Start of Dataset excerpts

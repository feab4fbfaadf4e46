package serialline

import (
	"bytes"
	"io"
	"log/slog"
	"testing"
	"time"

	"kermalux/drivers/clock"
)

// FuzzFrame feeds the background reader's framer arbitrary bytes in
// arbitrary chunks: it never panics, never returns a line holding its
// line end or longer than MaxLine, and for input with no over-long line
// returns exactly the non-empty lines a plain split gives (CR LF framing:
// a trailing CR dropped).
func FuzzFrame(f *testing.F) {
	for _, s := range []string{"RD +1.0E+00 uGy/s OK\r\n", "L 1", "\n\n\r\nx\n", "A\nB\r\nC", "\xff\x00\n"} {
		f.Add([]byte(s), uint8(3))
	}
	f.Fuzz(func(t *testing.T, data []byte, cut uint8) {
		cfg := Config{Port: "fuzz", ReceiveEnd: CRLF, MaxLine: 32, Buffer: 4096}
		cfg.defaults()
		p := &Port{cfg: cfg, term: '\n', clk: clock.NewReal(), log: slog.New(slog.NewTextHandler(io.Discard, nil)), notify: make(chan struct{}, 1)}
		step := int(cut%16) + 1
		p.mu.Lock()
		for i := 0; i < len(data); i += step {
			p.frame(data[i:min(len(data), i+step)], 0, time.Time{})
		}
		var got []string
		long := false
		for _, e := range p.queue {
			if e.err != nil {
				long = true
				continue
			}
			if bytes.IndexByte([]byte(e.line.Text), '\n') >= 0 || len(e.line.Text) > cfg.MaxLine {
				t.Fatalf("line %q: holds its end or is too long", e.line.Text)
			}
			got = append(got, e.line.Text)
		}
		p.mu.Unlock()
		if long {
			return
		}
		var want []string
		parts := bytes.Split(data, []byte{'\n'})
		for _, l := range parts[:len(parts)-1] { // the last has no end yet
			l = bytes.TrimSuffix(l, []byte{'\r'})
			if len(l) > 0 {
				want = append(want, string(l))
			}
		}
		if len(got) != len(want) {
			t.Fatalf("got %q, want %q", got, want)
		}
		for i := range got {
			if got[i] != want[i] {
				t.Fatalf("line %d: got %q, want %q", i, got[i], want[i])
			}
		}
	})
}
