// Package serialline is the line transport under the meter dialects: a
// serial port opened by path or by a stable link (a /dev/serial/by-id
// symlink), read and written one framed line at a time, with explicit
// timeouts and a pulled cable reported as drivers.ErrLinkDown and healed by
// reopening the link.
//
// go.bug.st/serial reports a read timeout as (0, nil); this package turns it
// into drivers.ErrTimeout. A background goroutine reads the device all the
// time and stamps each line when its end arrives, so readings carry the
// meter's timing whatever the caller was doing. A read that fails (EOF, EIO, the library's
// "port closed") or a zero-byte read that comes back well before its
// timeout means the device is gone: the port is closed, and the next call
// re-resolves the link, reopens it with a backoff, discards any stale
// input, and marks the first line it returns (Line.AfterReconnect).
package serialline

import (
	"fmt"
	"strings"
	"time"

	"go.bug.st/serial"
)

// Framing is how a line ends on the wire.
type Framing string

// Line endings.
const (
	CR   Framing = "cr"   // "\r"
	LF   Framing = "lf"   // "\n"
	CRLF Framing = "crlf" // "\r\n"
)

// ParseFraming reads a framing name: cr, lf or crlf (case-insensitive).
func ParseFraming(s string) (Framing, error) {
	switch f := Framing(strings.ToLower(strings.TrimSpace(s))); f {
	case CR, LF, CRLF:
		return f, nil
	}
	return "", fmt.Errorf("line end %q: expected cr, lf or crlf", s)
}

func (f Framing) bytes() string {
	switch f {
	case CR:
		return "\r"
	case CRLF:
		return "\r\n"
	}
	return "\n"
}

// String returns the framing as people write it ("CR LF").
func (f Framing) String() string {
	switch f {
	case CR:
		return "CR"
	case LF:
		return "LF"
	case CRLF:
		return "CR LF"
	}
	return string(f)
}

// Parity names.
const (
	ParityNone  = "none"
	ParityOdd   = "odd"
	ParityEven  = "even"
	ParityMark  = "mark"
	ParitySpace = "space"
)

// Flow control names. go.bug.st/serial v1.8 always switches RTS/CTS and
// XON/XOFF off when it opens a port, so only FlowNone can be honoured; the
// others are refused with an error rather than silently ignored.
const (
	FlowNone    = "none"
	FlowRTSCTS  = "rts-cts"
	FlowXONXOFF = "xon-xoff"
)

// Bounds of the settings: together they bound the memory one port holds
// (BufferLimit lines of at most MaxLineLimit bytes, and usually far less).
const (
	MaxLineLimit = 64 << 10
	BufferLimit  = 4096
)

// Config describes one serial link.
type Config struct {
	// Port is a device path (/dev/ttyUSB0) or a stable link to one
	// (/dev/serial/by-id/...). A link is resolved again on every reopen.
	Port string
	// Baud rate; 9600 when zero.
	Baud int
	// DataBits: 5 to 8; 8 when zero.
	DataBits int
	// Parity: none, odd, even, mark, space; none when empty.
	Parity string
	// StopBits: 1 or 2; 1 when zero.
	StopBits int
	// Flow control: none (rts-cts and xon-xoff are refused, see FlowNone).
	Flow string
	// SendEnd is appended to every line written; ReceiveEnd ends every line
	// read. CR LF on receive also accepts a bare LF.
	SendEnd, ReceiveEnd Framing
	// ReadTimeout bounds one ReadLine, in real time; 1 s when zero.
	ReadTimeout time.Duration
	// MaxLine is the longest line accepted, in bytes; 256 when zero, at
	// most MaxLineLimit. A longer line is reported as drivers.ErrGarbled
	// (once) and skipped.
	MaxLine int
	// Buffer is how many received lines are held for the caller; 256 when
	// zero, at most BufferLimit. When it is full the oldest line is
	// dropped and counted (Port.Overflows).
	Buffer int
	// ReopenMin and ReopenMax bound the backoff between reopen attempts
	// after the link went down (clock time); 100 ms and 2 s when zero.
	ReopenMin, ReopenMax time.Duration
	// ModemLines, when true, raises DTR and RTS after opening. A
	// pseudo-terminal refuses these calls; failures are logged, not fatal.
	ModemLines bool
}

func (c *Config) defaults() {
	if c.Baud == 0 {
		c.Baud = 9600
	}
	if c.DataBits == 0 {
		c.DataBits = 8
	}
	if c.Parity == "" {
		c.Parity = ParityNone
	}
	if c.StopBits == 0 {
		c.StopBits = 1
	}
	if c.Flow == "" {
		c.Flow = FlowNone
	}
	if c.SendEnd == "" {
		c.SendEnd = LF
	}
	if c.ReceiveEnd == "" {
		c.ReceiveEnd = LF
	}
	if c.ReadTimeout <= 0 {
		c.ReadTimeout = time.Second
	}
	if c.MaxLine <= 0 {
		c.MaxLine = 256
	}
	if c.Buffer <= 0 {
		c.Buffer = 256
	}
	if c.ReopenMin <= 0 {
		c.ReopenMin = 100 * time.Millisecond
	}
	if c.ReopenMax <= 0 {
		c.ReopenMax = 2 * time.Second
	}
	if c.ReopenMax < c.ReopenMin {
		c.ReopenMax = c.ReopenMin
	}
}

// Validate checks the settings (after defaults) and names the first bad one.
func (c Config) Validate() error {
	c.defaults()
	if c.Port == "" {
		return fmt.Errorf("serial port: no port given (expected a device path or a /dev/serial/by-id link)")
	}
	if _, err := c.mode(); err != nil {
		return fmt.Errorf("serial port %s: %w", c.Port, err)
	}
	for _, f := range []Framing{c.SendEnd, c.ReceiveEnd} {
		if _, err := ParseFraming(string(f)); err != nil {
			return fmt.Errorf("serial port %s: %w", c.Port, err)
		}
	}
	if c.MaxLine > MaxLineLimit {
		return fmt.Errorf("serial port %s: longest line %d bytes: expected at most %d", c.Port, c.MaxLine, MaxLineLimit)
	}
	if c.Buffer > BufferLimit {
		return fmt.Errorf("serial port %s: buffer of %d lines: expected at most %d", c.Port, c.Buffer, BufferLimit)
	}
	switch c.Flow {
	case FlowNone:
	case FlowRTSCTS, FlowXONXOFF:
		return fmt.Errorf("serial port %s: flow control %q is not supported by the serial library (it always turns flow control off); use none", c.Port, c.Flow)
	default:
		return fmt.Errorf("serial port %s: flow control %q: expected none, rts-cts or xon-xoff", c.Port, c.Flow)
	}
	return nil
}

func (c Config) mode() (*serial.Mode, error) {
	m := &serial.Mode{BaudRate: c.Baud, DataBits: c.DataBits}
	if c.Baud < 50 || c.Baud > 4000000 {
		return nil, fmt.Errorf("baud rate %d: expected 50 to 4000000", c.Baud)
	}
	if c.DataBits < 5 || c.DataBits > 8 {
		return nil, fmt.Errorf("data bits %d: expected 5 to 8", c.DataBits)
	}
	switch c.Parity {
	case ParityNone:
		m.Parity = serial.NoParity
	case ParityOdd:
		m.Parity = serial.OddParity
	case ParityEven:
		m.Parity = serial.EvenParity
	case ParityMark:
		m.Parity = serial.MarkParity
	case ParitySpace:
		m.Parity = serial.SpaceParity
	default:
		return nil, fmt.Errorf("parity %q: expected none, odd, even, mark or space", c.Parity)
	}
	switch c.StopBits {
	case 1:
		m.StopBits = serial.OneStopBit
	case 2:
		m.StopBits = serial.TwoStopBits
	default:
		return nil, fmt.Errorf("stop bits %d: expected 1 or 2", c.StopBits)
	}
	return m, nil
}
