package serialline

import (
	"bytes"
	"context"
	"errors"
	"fmt"
	"io"
	"log/slog"
	"os"
	"path/filepath"
	"sync"
	"time"

	"go.bug.st/serial"

	"kermalux/drivers"
	"kermalux/drivers/clock"
)

// Line is one line received, without its framing.
type Line struct {
	Text string
	// Mono and Wall are the clock's times when ReadLine found the line's
	// end. A reader that falls behind a streaming meter stamps late, so
	// read such a meter continuously.
	Mono time.Duration
	Wall time.Time
	// AfterReconnect is true for the first line read after the link was
	// lost and reopened.
	AfterReconnect bool
}

// Options are the optional collaborators of a Port.
type Options struct {
	// Clock stamps lines and paces reopen attempts; the real clock when nil.
	Clock clock.Clock
	// Log receives link events; slog.Default() when nil.
	Log *slog.Logger
	// OpenFunc opens the device; go.bug.st/serial's Open when nil (tests
	// substitute it).
	OpenFunc func(path string, mode *serial.Mode) (serial.Port, error)
}

// Port is a line-framed serial link that survives a pulled cable. A Port
// is used by one goroutine at a time; Close may be called from another.
type Port struct {
	cfg  Config
	mode *serial.Mode
	clk  clock.Clock
	log  *slog.Logger
	open func(string, *serial.Mode) (serial.Port, error)

	mu     sync.Mutex // guards dev and closed against Close
	dev    serial.Port
	closed bool

	device     string // the device the link resolved to at the last open
	gen        uint64 // incremented on every successful open
	marked     bool   // the next line is the first after a reopen
	down       bool
	downErr    error
	nextTry    time.Duration // clock Mono of the next reopen attempt
	backoff    time.Duration
	buf        []byte // received bytes not yet returned: buf[start:end]
	wbuf       []byte // reused for writing
	start, end int
	skipping   bool // discarding the rest of an over-long line
	term       byte
}

// Open opens the port described by cfg. It fails (naming the port) when the
// settings are invalid or the device cannot be opened now; it does not
// retry, so a wrong path is reported at once.
func Open(ctx context.Context, cfg Config, opts Options) (*Port, error) {
	if err := cfg.Validate(); err != nil {
		return nil, err
	}
	cfg.defaults()
	mode, _ := cfg.mode()
	p := &Port{cfg: cfg, mode: mode, clk: opts.Clock, log: opts.Log, open: opts.OpenFunc}
	if p.clk == nil {
		p.clk = clock.NewReal()
	}
	if p.log == nil {
		p.log = slog.Default()
	}
	if p.open == nil {
		p.open = serial.Open
	}
	p.term = '\n'
	if cfg.ReceiveEnd == CR {
		p.term = '\r'
	}
	p.buf = make([]byte, 2*cfg.MaxLine+512)
	if err := ctx.Err(); err != nil {
		return nil, err
	}
	if err := p.reopen(); err != nil {
		return nil, err
	}
	p.marked = false // the first open is not a reconnection
	return p, nil
}

// Name returns the port as configured (the link, not what it points to).
func (p *Port) Name() string { return p.cfg.Port }

// Device returns the device the port resolved to when last opened.
func (p *Port) Device() string { return p.device }

// Config returns the settings in use (with defaults filled in).
func (p *Port) Config() Config { return p.cfg }

// Generation counts successful opens: 1 after Open, 2 after the first
// reconnection, and so on. A dialect compares it to know when to repeat its
// set-up commands.
func (p *Port) Generation() uint64 { return p.gen }

// Up reports whether the link is currently open.
func (p *Port) Up() bool { return !p.down }

// reopen resolves the link and opens the device, discarding stale input.
func (p *Port) reopen() error {
	p.mu.Lock()
	defer p.mu.Unlock()
	if p.closed {
		return fmt.Errorf("serial port %s: %w", p.cfg.Port, os.ErrClosed)
	}
	if p.dev != nil {
		p.dev.Close()
		p.dev = nil
	}
	dev, err := filepath.EvalSymlinks(p.cfg.Port)
	if err != nil {
		return fmt.Errorf("serial port %s: %w: cannot resolve the port (%w)", p.cfg.Port, drivers.ErrLinkDown, err)
	}
	sp, err := p.open(dev, p.mode)
	if err != nil {
		return fmt.Errorf("serial port %s (%s): %w: cannot open it (%v)", p.cfg.Port, dev, drivers.ErrLinkDown, err)
	}
	if p.cfg.ModemLines {
		if err := sp.SetDTR(true); err != nil {
			p.log.Debug("serial: cannot set DTR", "port", p.cfg.Port, "err", err)
		}
		if err := sp.SetRTS(true); err != nil {
			p.log.Debug("serial: cannot set RTS", "port", p.cfg.Port, "err", err)
		}
	}
	// Stale input from before the pull must not pass as fresh.
	if err := sp.ResetInputBuffer(); err != nil {
		p.log.Debug("serial: cannot flush input", "port", p.cfg.Port, "err", err)
	}
	p.dev = sp
	p.device = dev
	p.gen++
	p.marked = true
	p.down = false
	p.downErr = nil
	p.backoff = 0
	p.start, p.end, p.skipping = 0, 0, false
	return nil
}

// fail marks the link down after err, closing the device.
func (p *Port) fail(err error) error {
	p.mu.Lock()
	if p.dev != nil {
		p.dev.Close()
		p.dev = nil
	}
	closed := p.closed
	p.mu.Unlock()
	if closed {
		return fmt.Errorf("serial port %s: %w", p.cfg.Port, os.ErrClosed)
	}
	werr := fmt.Errorf("serial port %s: %w (%w)", p.cfg.Port, drivers.ErrLinkDown, err)
	if !p.down {
		p.log.Warn("serial link lost", "port", p.cfg.Port, "device", p.device, "err", err)
		p.backoff = 0
		p.nextTry = 0
	}
	p.down = true
	p.downErr = werr
	p.start, p.end, p.skipping = 0, 0, false
	return werr
}

// Ensure makes sure the link is open. While it is down, each call waits for
// the next reopen attempt (backoff from ReopenMin doubling to ReopenMax, on
// the Port's clock, ending early with ctx), tries once, and returns an error
// wrapping drivers.ErrLinkDown if the device is still missing.
func (p *Port) Ensure(ctx context.Context) error {
	p.mu.Lock()
	closed := p.closed
	p.mu.Unlock()
	if closed {
		return fmt.Errorf("serial port %s: %w", p.cfg.Port, os.ErrClosed)
	}
	if !p.down {
		return nil
	}
	if wait := p.nextTry - p.clk.Mono(); wait > 0 {
		if err := p.clk.Sleep(ctx, wait); err != nil {
			return fmt.Errorf("serial port %s: %w (waiting to reopen: %w)", p.cfg.Port, drivers.ErrLinkDown, err)
		}
	}
	if err := p.reopen(); err != nil {
		if p.backoff == 0 {
			p.backoff = p.cfg.ReopenMin
		} else if p.backoff *= 2; p.backoff > p.cfg.ReopenMax {
			p.backoff = p.cfg.ReopenMax
		}
		p.nextTry = p.clk.Mono() + p.backoff
		return err
	}
	p.log.Info("serial link back", "port", p.cfg.Port, "device", p.device)
	return nil
}

// WriteLine sends s followed by the configured line end.
func (p *Port) WriteLine(ctx context.Context, s string) error {
	if err := p.Ensure(ctx); err != nil {
		return err
	}
	b := append(p.wbuf[:0], s...)
	b = append(b, p.cfg.SendEnd.bytes()...)
	p.wbuf = b
	for len(b) > 0 {
		n, err := p.dev.Write(b)
		if err != nil {
			return p.fail(fmt.Errorf("writing %q: %w", s, err))
		}
		if n == 0 {
			return p.fail(fmt.Errorf("writing %q: wrote nothing", s))
		}
		b = b[n:]
	}
	return nil
}

// Flush discards input received but not yet read, in this Port's buffer
// and in the operating system's.
func (p *Port) Flush() {
	p.start, p.end = 0, 0
	p.skipping = false
	if p.dev != nil {
		p.dev.ResetInputBuffer()
	}
}

// Discard drops input received but not yet read, like Flush, and also the
// rest of the line in progress, so the next line returned is one that
// started after the call (a streaming meter's backlog is not passed on as
// fresh, and a line cut by the flush is not reported as garbled). When the
// flush happens to fall between two lines, the first whole line after it is
// dropped too: one reading lost is better than a garbled one.
func (p *Port) Discard() {
	p.Flush()
	p.skipping = true
}

// RealTimeout converts a duration of a meter's clock (a scaled clock in the
// demo) into the operating system's time for read timeouts, never below
// 20 ms; a manual clock (which reports 0) keeps the duration as given.
func RealTimeout(c clock.Clock, d time.Duration) time.Duration {
	r := c.Real(d)
	if r <= 0 {
		return d
	}
	if r < 20*time.Millisecond {
		return 20 * time.Millisecond
	}
	return r
}

// slice is the longest single read, so ctx is honoured promptly.
const slice = 100 * time.Millisecond

// ReadLine returns the next complete line. It fails with drivers.ErrTimeout
// when no line ends within the read timeout (or the deadline of ctx, if
// sooner), with drivers.ErrGarbled for a line longer than MaxLine (the rest
// of it is skipped), and with drivers.ErrLinkDown when the device is gone.
func (p *Port) ReadLine(ctx context.Context) (Line, error) {
	return p.ReadLineTimeout(ctx, p.cfg.ReadTimeout)
}

// ReadLineTimeout is ReadLine with a timeout other than the configured one
// (real time).
func (p *Port) ReadLineTimeout(ctx context.Context, timeout time.Duration) (Line, error) {
	if err := p.Ensure(ctx); err != nil {
		return Line{}, err
	}
	deadline := time.Now().Add(timeout)
	if d, ok := ctx.Deadline(); ok && d.Before(deadline) {
		deadline = d
	}
	for {
		if l, ok, err := p.scan(); ok || err != nil {
			return l, err
		}
		if err := ctx.Err(); err != nil {
			return Line{}, err
		}
		left := time.Until(deadline)
		if left <= 0 {
			return Line{}, p.timeout(timeout)
		}
		if left > slice {
			left = slice
		}
		if err := p.fill(left); err != nil {
			return Line{}, err
		}
	}
}

func (p *Port) timeout(timeout time.Duration) error {
	if p.end > p.start && !p.skipping {
		partial := string(p.buf[p.start:p.end])
		p.start, p.end = 0, 0
		return fmt.Errorf("serial port %s: %w: no line end (%s) within %v after the partial line %q", p.cfg.Port, drivers.ErrTimeout, p.cfg.ReceiveEnd, timeout, partial)
	}
	return fmt.Errorf("serial port %s: %w: no line (ending in %s) within %v", p.cfg.Port, drivers.ErrTimeout, p.cfg.ReceiveEnd, timeout)
}

// scan looks for a complete line in the buffer.
func (p *Port) scan() (Line, bool, error) {
	for {
		data := p.buf[p.start:p.end]
		i := bytes.IndexByte(data, p.term)
		if i < 0 {
			if len(data) > p.cfg.MaxLine || (p.skipping && len(data) > 0) {
				// Too long: drop what we have and skip to the next line end.
				first := !p.skipping
				p.start, p.end = 0, 0
				p.skipping = true
				if first {
					return Line{}, false, fmt.Errorf("serial port %s: %w: line longer than %d bytes (expected lines ending in %s)", p.cfg.Port, drivers.ErrGarbled, p.cfg.MaxLine, p.cfg.ReceiveEnd)
				}
			}
			return Line{}, false, nil
		}
		line := data[:i]
		p.start += i + 1
		if p.skipping {
			p.skipping = false
			continue
		}
		switch p.cfg.ReceiveEnd {
		case CRLF, LF:
			line = bytes.TrimSuffix(line, []byte{'\r'})
		case CR:
			line = bytes.TrimPrefix(line, []byte{'\n'})
		}
		if len(line) > p.cfg.MaxLine {
			return Line{}, false, fmt.Errorf("serial port %s: %w: line longer than %d bytes", p.cfg.Port, drivers.ErrGarbled, p.cfg.MaxLine)
		}
		if len(line) == 0 {
			continue // blank lines (a CR LF pair split oddly) carry nothing
		}
		l := Line{Text: string(line), Mono: p.clk.Mono(), Wall: p.clk.Now(), AfterReconnect: p.marked}
		p.marked = false
		if p.start == p.end {
			p.start, p.end = 0, 0
		}
		return l, true, nil
	}
}

// fill reads once, waiting at most d.
func (p *Port) fill(d time.Duration) error {
	if p.start > 0 && p.end == len(p.buf) {
		n := copy(p.buf, p.buf[p.start:p.end])
		p.start, p.end = 0, n
	}
	if p.end == len(p.buf) {
		// Cannot happen while MaxLine bounds the buffered line; be safe.
		p.start, p.end = 0, 0
	}
	dev := p.dev
	if dev == nil {
		return p.fail(errors.New("port not open"))
	}
	if err := dev.SetReadTimeout(d); err != nil {
		return p.fail(fmt.Errorf("setting read timeout: %w", err))
	}
	began := time.Now()
	n, err := dev.Read(p.buf[p.end:])
	if err != nil {
		if errors.Is(err, io.EOF) {
			return p.fail(errors.New("end of file: device removed"))
		}
		var pe *serial.PortError
		if errors.As(err, &pe) && pe.Code() == serial.PortClosed {
			return p.fail(errors.New("device removed or port closed"))
		}
		return p.fail(err)
	}
	if n == 0 && time.Since(began) < d/2 {
		// A timeout that came back far too early: the device is gone.
		return p.fail(errors.New("zero-byte read before the timeout: device removed"))
	}
	p.end += n
	return nil
}

// Close closes the port; later calls fail with os.ErrClosed.
func (p *Port) Close() error {
	p.mu.Lock()
	defer p.mu.Unlock()
	if p.closed {
		return nil
	}
	p.closed = true
	if p.dev != nil {
		err := p.dev.Close()
		p.dev = nil
		if err != nil {
			return fmt.Errorf("serial port %s: closing: %w", p.cfg.Port, err)
		}
	}
	return nil
}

End of Dataset excerpts

§ **What you are asked to do**:
What lines above contain "reports"? Copy them out.

§ **Output below**:
// go.bug.st/serial reports a read timeout as (0, nil); this package turns it
// Up reports whether the link is currently open.
// 20 ms; a manual clock (which reports 0) keeps the duration as given.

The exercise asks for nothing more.